Генрих провел указательным пальцем по бороде.

– Где же именно?

– В Бретани, сир. Они недавно восстали против своего графа, и почему бы не убедить бретонцев, что ваш б-брат станет их правителю хорошей заменой? Он займется сдерживанием б-бретонцев, и в то же время Бретань войдет в сферу вашего влияния. Таким образом ваш брат удовлетворит свое желание получить титул и повысит свой статус. Это его утихомирит.

Глаза Генриха сверкнули.

– Интересная мысль. На задворках, но не в Ирландии.

Бекет элегантно взмахнул рукой в знак согласия, отчего гранаты и жемчуг, украшающие манжету на его рукаве, ярко сверкнули.

– Это нужно обдумать, но мысль неплохая. – Генрих похлопал канцлера по плечу. – Ты заслуживаешь похвалы, Томас.

– Я делаю все возможное, чтобы выполнить свой долг, сир.

– Нет, это больше, чем просто обязанность, тебе это нравится, – многозначительно улыбнулся король.

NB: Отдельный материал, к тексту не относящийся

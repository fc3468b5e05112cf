const GOLDEN = (3 - Math.sqrt(5)) / 2;

/**
 * Minimum of a function on an interval by Brent's method (golden section with parabolic steps; Brent 1973,
 * chapter 5). Finds a local minimum; the whole minimum when f has only one.
 * @param tolerance largest error of the place, in the unit of a and b
 */
export function boundedMinimum(
  f: (x: number) => number,
  a: number,
  b: number,
  tolerance: number,
): { x: number; value: number } {
  let x = a + GOLDEN * (b - a);
  let w = x;
  let v = x;
  let fx = f(x);
  let fw = fx;
  let fv = fx;
  let d = 0;
  let e = 0;
  for (let i = 0; i < 100; i++) {
    const m = 0.5 * (a + b);
    const tol = 1e-9 * Math.abs(x) + tolerance / 3;
    if (Math.abs(x - m) <= 2 * tol - 0.5 * (b - a)) break;
    let golden = true;
    if (Math.abs(e) > tol) {
      const r = (x - w) * (fx - fv);
      let q = (x - v) * (fx - fw);
      let p = (x - v) * q - (x - w) * r;
      q = 2 * (q - r);
      if (q > 0) p = -p;
      else q = -q;
      if (Math.abs(p) < Math.abs(0.5 * q * e) && p > q * (a - x) && p < q * (b - x)) {
        e = d;
        d = p / q;
        const u = x + d;
        if (u - a < 2 * tol || b - u < 2 * tol) d = x < m ? tol : -tol;
        golden = false;
      }
    }
    if (golden) {
      e = (x < m ? b : a) - x;
      d = GOLDEN * e;
    }
    const u = x + (Math.abs(d) >= tol ? d : d > 0 ? tol : -tol);
    const fu = f(u);
    if (fu <= fx) {
      if (u < x) b = x;
      else a = x;
      v = w;
      fv = fw;
      w = x;
      fw = fx;
      x = u;
      fx = fu;
    } else {
      if (u < x) a = u;
      else b = u;
      if (fu <= fw || w === x) {
        v = w;
        fv = fw;
        w = u;
        fw = fu;
      } else if (fu <= fv || v === x || v === w) {
        v = u;
        fv = fu;
      }
    }
  }
  return { x, value: fx };
}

Генрих бросил взгляд в сторону двери, куда только что ввели гонца. После захвата Шинона царила суета, посланцы сновали туда-сюда, однако Генрих узнал в только что прибывшем придворного Алиеноры. Король первым делом подумал, что королева сообщает о рождении ребенка, и подозвал гонца. Однако, когда тот подошел вслед за дворецким, Генрих понял: что-то не так. На лице гонца не было улыбки, не было предвкушения награды за радостную весть.

– Сир. – Мужчина опустился на колени и достал из ранца только один тонкий свиток с печатью Алиеноры. Затем он склонил голову и мрачно потупился. Генрих взял письмо и сломал печать, не желая открывать, но зная, что должен сделать это, и немедленно – от него могли требовать действий.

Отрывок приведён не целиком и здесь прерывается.